TASK STATEMENT - Pick out the lines below that include the string "again".

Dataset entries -
******************************

"""A costs file (logbook import costs FILE): model job costs and site or machine downtime,
every row checked first, all written in one transaction (audited) or none."""

from __future__ import annotations

from logbook.cli import main
from logbook.imports import import_bytes
from tests.store.conftest import TODAY

GOOD = b"""scope,name,planned_cost,failure_cost,downtime_cost_per_hour,planned_downtime_hours,failure_downtime_hours
model,TX-90,4000,15000,,,
site,North Yard,,,120,8,40
machine,M-2,,,300,6,30
"""


def _costs(store):
    return store.conn.execute("SELECT count(*) FROM audit WHERE table_name = 'costs'").fetchone()[0]


def test_a_costs_file_is_stored_audited_and_a_second_import_finds_it_present(store):
    report = import_bytes(store, "costs", GOOD, name="costs.csv", today=TODAY)
    assert report.problems == [] and report.added == 3
    book = store.costs()
    assert (book.models["TX-90"].planned, book.models["TX-90"].failure) == (4000.0, 15000.0)
    assert book.downtime("M-1", "North Yard").cost_per_hour == 120.0  # the site's
    assert book.downtime("M-2", "North Yard").failure_hours == 30.0  # the machine's own
    assert _costs(store) == 3
    again = import_bytes(store, "costs", GOOD, name="costs.csv", today=TODAY)
    assert again.added == 0 and again.already_present == 3 and _costs(store) == 3


def test_bad_rows_name_column_value_and_line_and_nothing_is_written(store):
    bad = (b"scope,name,planned_cost,failure_cost,downtime_cost_per_hour,planned_downtime_hours,failure_downtime_hours\n"
           b"model,TX-90,4000,15000,,,\n"          # line 2: fine on its own
           b"model,TX-99,4000,15000,,,\n"          # line 3: no such model
           b"site,North Yard,,,-5,8,40\n"          # line 4: negative cost
           b"machine,M-1,100,,300,6,30\n"          # line 5: a model column on a machine row
           b"fleet,M-1,,,1,1,1\n"                  # line 6: unknown scope
           b"model,TX-90,1,,,,\n")                 # line 7: twice, and failure_cost missing
    before = store.change_count()
    report = import_bytes(store, "costs", bad, name="costs.csv", today=TODAY)
    seen = {(p.line, p.field) for p in report.problems}
    assert {(3, "name"), (4, "downtime_cost_per_hour"), (5, "planned_cost"), (6, "scope"), (7, "name")} <= seen
    text = " ".join(str(p) for p in report.problems)
    assert "TX-99" in text and "-5" in text and "model, site, machine or currency" in text
    assert report.added == 0 and store.change_count() == before and store.costs().models == {}


def test_a_failure_no_dearer_than_the_job_is_accepted_and_its_consequence_said(store):
    data = GOOD.replace(b"4000,15000", b"4000,3000")
    report = import_bytes(store, "costs", data, name="costs.csv", today=TODAY)
    assert report.problems == [] and report.added == 3
    assert any("run to failure is cheapest" in line for line in report.flagged)


def test_import_costs_from_the_command_line(store, tmp_path, capsys):
    path = tmp_path / "costs.csv"
    path.write_bytes(GOOD)
    db = str(tmp_path / "t.db")
    store.close()
    assert main(["--db", db, "--today", TODAY.isoformat(), "import", "costs", str(path)]) == 0
    assert main(["--db", db, "costs"]) == 0
    out = capsys.readouterr().out
    assert "TX-90" in out and "North Yard" in out


def test_model_command_sets_job_costs_through_the_store(store, tmp_path, capsys):
    db = str(tmp_path / "t.db")
    store.close()
    assert main(["--db", db, "model", "TX-90", "--planned", "4000", "--failure", "15000"]) == 0
    assert "TX-90 job costs: planned 4,000" in capsys.readouterr().out
    # bad amounts and a lone option name the option and write nothing
    assert main(["--db", db, "model", "TX-90", "--planned", "-1", "--failure", "15000"]) == 2
    assert main(["--db", db, "model", "TX-90", "--failure", "9000"]) == 2
    err = capsys.readouterr().err
    assert "--planned = '-1'" in err and "--planned = '': is needed too" in err
    from logbook.store import Store

    with Store(db, create=False) as again:
        assert (again.costs().models["TX-90"].planned, again.costs().models["TX-90"].failure) == (4000.0, 15000.0)
        assert again.conn.execute("SELECT count(*) FROM audit WHERE row_key = 'model TX-90'").fetchone()[0] == 1
    assert main(["--db", db, "model", "TX-90", "--planned", "4000", "--failure", "3000"]) == 0
    assert "run to failure is cheapest" in capsys.readouterr().err


def test_a_small_negative_amount_is_refused_on_a_wide_range(store):
    # the rounding room at a bound is relative to that bound: 0 to 1e9 must not let -1 in
    from logbook.validate import COST_FIELDS, parse_number

    assert parse_number(COST_FIELDS["planned"], "-1")[1] is not None
    assert parse_number(COST_FIELDS["planned"], "0")[1] is None and parse_number(COST_FIELDS["planned"], "1e9")[1] is None
    report = import_bytes(store, "costs", GOOD.replace(b"4000,15000", b"-1,15000"), name="costs.csv", today=TODAY)
    assert [(p.line, p.field) for p in report.problems] == [(2, "planned_cost")] and report.added == 0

******************************

RESPONSE TO THE EXERCISE -
    again = import_bytes(store, "costs", GOOD, name="costs.csv", today=TODAY)
    assert again.added == 0 and again.already_present == 3 and _costs(store) == 3
    with Store(db, create=False) as again:
        assert (again.costs().models["TX-90"].planned, again.costs().models["TX-90"].failure) == (4000.0, 15000.0)
        assert again.conn.execute("SELECT count(*) FROM audit WHERE row_key = 'model TX-90'").fetchone()[0] == 1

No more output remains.